[Extracted data]
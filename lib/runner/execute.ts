/**
 * Headless execution of a staged notebook through Jupyter (nbclient) with the
 * tslab kernel. Finds Jupyter on PATH and the Python it runs on, says exactly
 * what to install when either is missing, and reports each cell's status.
 */
import { spawn, spawnSync } from "node:child_process";
import { accessSync, constants as fsc, existsSync, readFileSync } from "node:fs";
import { createRequire } from "node:module";
import { delimiter, isAbsolute, join } from "node:path";
import { PinchoffError } from "../errors.js";
import { driverSource } from "./driver.js";
import { kernelDataDir, kernelName, stagingRoot } from "./paths.js";

export const installHint =
  "install Jupyter from Debian: apt-get install jupyter-client jupyter-nbconvert python3-nbclient python3-ipykernel, then register the kernel: node lib/setup/prepare.mjs kernel (or pinchoff kernel)";

function onPath(cmd: string, path = process.env.PATH ?? ""): string | undefined {
  for (const dir of path.split(delimiter)) {
    if (!dir) continue;
    const p = join(dir, cmd);
    try {
      accessSync(p, fsc.X_OK);
      return p;
    } catch {
      /* not here */
    }
  }
  return undefined;
}

export interface JupyterSetup {
  readonly jupyter: string;
  readonly python: string;
}

/**
 * Jupyter on PATH and the interpreter named in its #! line, with nbclient
 * importable (`probe`; a kernel session skips the probe because its driver
 * reports a missing package itself, and the probe costs a Python start).
 */
export function findJupyter(env: NodeJS.ProcessEnv = process.env, probe = true): JupyterSetup {
  const jupyter = onPath("jupyter", env.PATH);
  if (!jupyter) throw new PinchoffError("io", `Jupyter was not found on PATH; ${installHint}`, "jupyter");
  const firstLine = readFileSync(jupyter, "utf8").slice(0, 300).split("\n")[0] ?? "";
  const m = /^#!\s*(\S+)(?:\s+(\S+))?/.exec(firstLine);
  let python = m ? (/\/env$/.test(m[1]!) && m[2] ? onPath(m[2], env.PATH) : m[1]) : undefined;
  if (!python || !isAbsolute(python) || !existsSync(python)) python = onPath("python3", env.PATH);
  if (!python) throw new PinchoffError("io", `no Python interpreter found for ${jupyter}; ${installHint}`, "jupyter");
  if (probe && spawnSync(python, ["-c", "import nbclient, nbformat, ipykernel"], { env, encoding: "utf8" }).status !== 0) throw new PinchoffError("io", `${python} (the Python that runs ${jupyter}) cannot import nbclient, nbformat and ipykernel; ${installHint}`, "jupyter");
  return { jupyter, python };
}

/** Environment for Jupyter with the project-local kernel spec visible. */
export function jupyterEnv(env: NodeJS.ProcessEnv = process.env): NodeJS.ProcessEnv {
  const paths = [kernelDataDir, ...(env.JUPYTER_PATH ? env.JUPYTER_PATH.split(delimiter) : [])];
  return { ...env, JUPYTER_PATH: paths.join(delimiter) };
}

/** The kernel spec is registered and notebook cells staged under the package can import "pinchoff". */
export function requireKernel(): void {
  const spec = join(kernelDataDir, "kernels", kernelName, "kernel.json");
  if (!existsSync(spec)) throw new PinchoffError("io", `the tslab kernel is not registered in ${kernelDataDir}; run pinchoff kernel (or node lib/setup/prepare.mjs kernel)`, "kernel");
  let binary: unknown;
  try {
    binary = (JSON.parse(readFileSync(spec, "utf8")) as { argv?: unknown[] }).argv?.[0];
  } catch {
    /* reported below */
  }
  if (typeof binary !== "string" || !existsSync(binary))
    throw new PinchoffError("io", `the kernel spec ${spec} names a tslab that does not exist (${String(binary)}; was the checkout moved?); run pinchoff kernel (or node lib/setup/prepare.mjs kernel)`, "kernel");
  try {
    // Resolution as tslab does it: node_modules folders from the staging area upward.
    createRequire(join(stagingRoot, "notebook.js")).resolve("pinchoff/package.json");
  } catch {
    throw new PinchoffError("io", `notebook cells could not import "pinchoff" (no node_modules/pinchoff above ${stagingRoot}; npm install removes the checkout's self link); run pinchoff kernel (or node lib/setup/prepare.mjs kernel)`, "kernel");
  }
}

export type CellStatus = "ok" | "error" | "abort" | "timeout" | "not run";

export interface ExecutionResult {
  /** Status per cell index (code cells only). */
  readonly status: ReadonlyMap<number, CellStatus>;
  /** Whole-run problem that is not a cell's fault (timeout also names the cell). */
  readonly fatal?: { kind: string; message: string };
  readonly seconds: number;
}

export interface ExecuteOptions {
  /** Per-cell time limit in seconds. */
  readonly timeout: number;
  readonly codeCells: readonly number[];
  readonly env?: NodeJS.ProcessEnv;
}

/**
 * A kernel started ahead of the notebook it will run: the Python driver starts
 * tslab at once and waits for `run`, so the start-up overlaps whatever the
 * caller still has to check and stage. `cancel` stops it without running.
 */
export interface KernelSession {
  run(input: string, output: string, opts: ExecuteOptions): Promise<ExecutionResult>;
  cancel(): void;
  /**
   * Stop at once: SIGKILL to the driver's process group and the kernel's (its
   * own session); resolves when the driver has exited. Used on an interruption.
   */
  stop(): Promise<void>;
}

/** Start the kernel in `cwd` (the staging folder, which must exist). */
export function startKernelSession(cwd: string, opts: { readonly timeout: number; readonly env?: NodeJS.ProcessEnv }): KernelSession {
  const setup = findJupyter(opts.env, false);
  requireKernel();
  const args = { cwd, kernel: kernelName, timeout: opts.timeout, startup: 60 };
  const t0 = performance.now();
  const child = spawn(setup.python, ["-c", driverSource, JSON.stringify(args)], { cwd, env: jupyterEnv(opts.env), detached: true, stdio: ["pipe", "pipe", "pipe"] });
  let out = "";
  let err = "";
  let kernelPid: number | undefined;
  let announced: () => void = () => undefined;
  const kernelKnown = new Promise<void>((r) => (announced = r));
  child.stdout!.on("data", (d: Buffer) => {
    out += d.toString();
    if (kernelPid === undefined) {
      const m = /^\{"kernel_pid": (\d+)\}$/m.exec(out);
      if (m) {
        kernelPid = Number(m[1]);
        announced();
      }
    }
  });
  child.stderr!.on("data", (d: Buffer) => (err += d.toString()));
  child.stdin!.on("error", () => {
    /* the driver stopped before reading; its stdout says why */
  });
  const killGroup = (pid: number | undefined) => {
    if (!pid) return;
    try {
      process.kill(-pid, "SIGKILL");
    } catch {
      try {
        process.kill(pid, "SIGKILL");
      } catch {
        /* already gone */
      }
    }
  };
  const kill = () => {
    killGroup(kernelPid);
    killGroup(child.pid);
  };
  let exited = false;
  const done = new Promise<{ code: number | null; stdout: string; stderr: string }>((resolve, reject) => {
    child.on("error", (e) => reject(new PinchoffError("io", `cannot start ${setup.python} (${e.message}); ${installHint}`, "jupyter")));
    child.on("close", (c) => {
      exited = true;
      resolve({ code: c, stdout: out, stderr: err });
    });
  });
  done.catch(() => undefined); // observed in run(); a cancelled session may never be awaited
  return {
    cancel() {
      child.stdin!.end("\n");
      setTimeout(kill, 5000).unref();
    },
    async stop() {
      // A kernel being launched has no pid yet: give the driver a moment to name it, so it is not orphaned.
      if (kernelPid === undefined && !exited) await Promise.race([kernelKnown, done.then(() => undefined, () => undefined), new Promise((r) => setTimeout(r, 10_000).unref())]);
      kill();
      await done.then(() => undefined, () => undefined);
      killGroup(kernelPid); // in case it was named while the driver died
    },
    async run(input, output, runOpts) {
      child.stdin!.end(JSON.stringify({ input, output }) + "\n");
      // The whole run may take a per-cell limit per cell plus kernel start-up; past that, stop it.
      const guard = setTimeout(kill, (runOpts.timeout * Math.max(1, runOpts.codeCells.length) + 90) * 1000);
      try {
        return interpret(await done, (performance.now() - t0) / 1000, runOpts);
      } finally {
        clearTimeout(guard);
      }
    },
  };
}

/** Execute `input` into `output` with `cwd` as the kernel's working directory. */
export async function executeNotebook(input: string, output: string, cwd: string, opts: ExecuteOptions): Promise<ExecutionResult> {
  return startKernelSession(cwd, opts).run(input, output, opts);
}

function interpret({ code, stdout, stderr }: { code: number | null; stdout: string; stderr: string }, seconds: number, opts: ExecuteOptions): ExecutionResult {
  const line = stdout.trim().split("\n").pop() ?? "";
  let parsed: { cells?: Record<string, { status?: string }>; fatal?: string; message?: string };
  try {
    parsed = JSON.parse(line);
  } catch {
    const tail = stderr.trim().split("\n").slice(-6).join("\n");
    throw new PinchoffError("io", `the Jupyter run stopped (exit ${code ?? "killed"}) without a result${tail ? `:\n${tail}` : ""}`, "jupyter");
  }
  if (parsed.fatal === "missing-python-package") throw new PinchoffError("io", `${parsed.message}; ${installHint}`, "jupyter");
  if (parsed.fatal === "no-kernel") throw new PinchoffError("io", `${parsed.message}; run pinchoff kernel (or node lib/setup/prepare.mjs kernel)`, "kernel");
  const status = new Map<number, CellStatus>();
  let stopped = false;
  for (const i of opts.codeCells) {
    const s = parsed.cells?.[String(i)]?.status;
    if (stopped) status.set(i, "not run");
    else if (s === "ok" || s === "error" || s === "abort") status.set(i, s);
    else if (parsed.fatal === "timeout") {
      status.set(i, "timeout");
      stopped = true;
    } else status.set(i, "not run");
  }
  const fatal = parsed.fatal ? { kind: parsed.fatal, message: parsed.message ?? parsed.fatal } : undefined;
  if (fatal && fatal.kind !== "timeout" && fatal.kind !== "dead-kernel") throw new PinchoffError("io", `the Jupyter run failed: ${fatal.message}`, "jupyter");
  return { status, seconds, ...(fatal ? { fatal } : {}) };
}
[/Extracted data]
What is required> Begin with the first line of the records and reproduce each line as is, ending with the line that holds "const m = /^#!\s*(\S+)(?:\s+(\S+))?/.exec(firstLine);".

Task result>
filename lib/runner/execute.ts
/**
 * Headless execution of a staged notebook through Jupyter (nbclient) with the
 * tslab kernel. Finds Jupyter on PATH and the Python it runs on, says exactly
 * what to install when either is missing, and reports each cell's status.
 */
import { spawn, spawnSync } from "node:child_process";
import { accessSync, constants as fsc, existsSync, readFileSync } from "node:fs";
import { createRequire } from "node:module";
import { delimiter, isAbsolute, join } from "node:path";
import { PinchoffError } from "../errors.js";
import { driverSource } from "./driver.js";
import { kernelDataDir, kernelName, stagingRoot } from "./paths.js";

export const installHint =
  "install Jupyter from Debian: apt-get install jupyter-client jupyter-nbconvert python3-nbclient python3-ipykernel, then register the kernel: node lib/setup/prepare.mjs kernel (or pinchoff kernel)";

function onPath(cmd: string, path = process.env.PATH ?? ""): string | undefined {
  for (const dir of path.split(delimiter)) {
    if (!dir) continue;
    const p = join(dir, cmd);
    try {
      accessSync(p, fsc.X_OK);
      return p;
    } catch {
      /* not here */
    }
  }
  return undefined;
}

export interface JupyterSetup {
  readonly jupyter: string;
  readonly python: string;
}

/**
 * Jupyter on PATH and the interpreter named in its #! line, with nbclient
 * importable (`probe`; a kernel session skips the probe because its driver
 * reports a missing package itself, and the probe costs a Python start).
 */
export function findJupyter(env: NodeJS.ProcessEnv = process.env, probe = true): JupyterSetup {
  const jupyter = onPath("jupyter", env.PATH);
  if (!jupyter) throw new PinchoffError("io", `Jupyter was not found on PATH; ${installHint}`, "jupyter");
  const firstLine = readFileSync(jupyter, "utf8").slice(0, 300).split("\n")[0] ?? "";
  const m = /^#!\s*(\S+)(?:\s+(\S+))?/.exec(firstLine);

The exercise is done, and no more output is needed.